LLM Train and Inference vs Right Padding and Left Padding

Padding method will affect the performance of LLM. There are two padding method: left and right padding. As to LLM, what padding method we should use? In this tutorial, we will discuss this topic.

LLM training process – right padding

When we are training a LLM model, we should use right padding. Because some tokenizers are using absolute position id, which make the 0 id is not pad symbol.

https://github.com/huggingface/transformers/issues/664

How do I add padding in GTP2?
I get something like this when I add zero in front to pad the sequences, but then I found out that 0 is actually not “[PAD]” but “!”.
[0, 0, 0, 0, 0, 0, 0, 0, 0, 1639, 481]

https://huggingface.co/docs/transformers/model_doc/gpt2

GPT-2 is a model with absolute position embeddings so it’s usually advised to pad the inputs on the right rather than the left.
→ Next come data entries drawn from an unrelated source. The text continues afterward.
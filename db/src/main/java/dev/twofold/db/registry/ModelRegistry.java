package dev.twofold.db.registry;

import dev.twofold.db.connect.Database;
import dev.twofold.db.internal.BinaryCopyReader;
import dev.twofold.db.internal.BinaryCopyWriter;
import dev.twofold.db.internal.PausePoint;
import dev.twofold.db.internal.ReadOnlySnapshot;
import dev.twofold.db.internal.SqlFailures;
import java.io.IOException;
import java.sql.Array;
import java.sql.Connection;
import java.sql.PreparedStatement;
import java.sql.ResultSet;
import java.sql.SQLException;
import java.sql.Statement;
import java.time.OffsetDateTime;
import java.util.ArrayList;
import java.util.BitSet;
import java.util.List;
import java.util.Objects;
import java.util.Optional;
import java.util.Set;
import org.postgresql.PGConnection;
import org.postgresql.copy.CopyManager;
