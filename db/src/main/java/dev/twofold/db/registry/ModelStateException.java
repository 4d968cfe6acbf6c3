package dev.twofold.db.registry;

import dev.twofold.db.TwofoldException;

/**
 * The model exists but its status does not allow the operation (promoting one that is still
 * training or has failed, storing factors after training finished, rolling back with nothing to
 * roll back to). Nothing was changed.
 */
public final class ModelStateException extends TwofoldException {
    public ModelStateException(String message) {
        super(message);
    }

    @Override
    public int exitCode() {
        return EXIT_DATA_ERROR;
    }
}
Actually, we can use left and right padding in some llm training process as long as we make correct mask. Otherwise, you may get poor performance. However, we recommend you to use right padding when training.

LLM inference process – left padding

Differ from llm training process, we must use left padding in llm inference process. Here is an explain.

Understand padding_side with Examples in LLM – LLM Tutorial

However, if you do not use batch inference, you do not need to use left padding.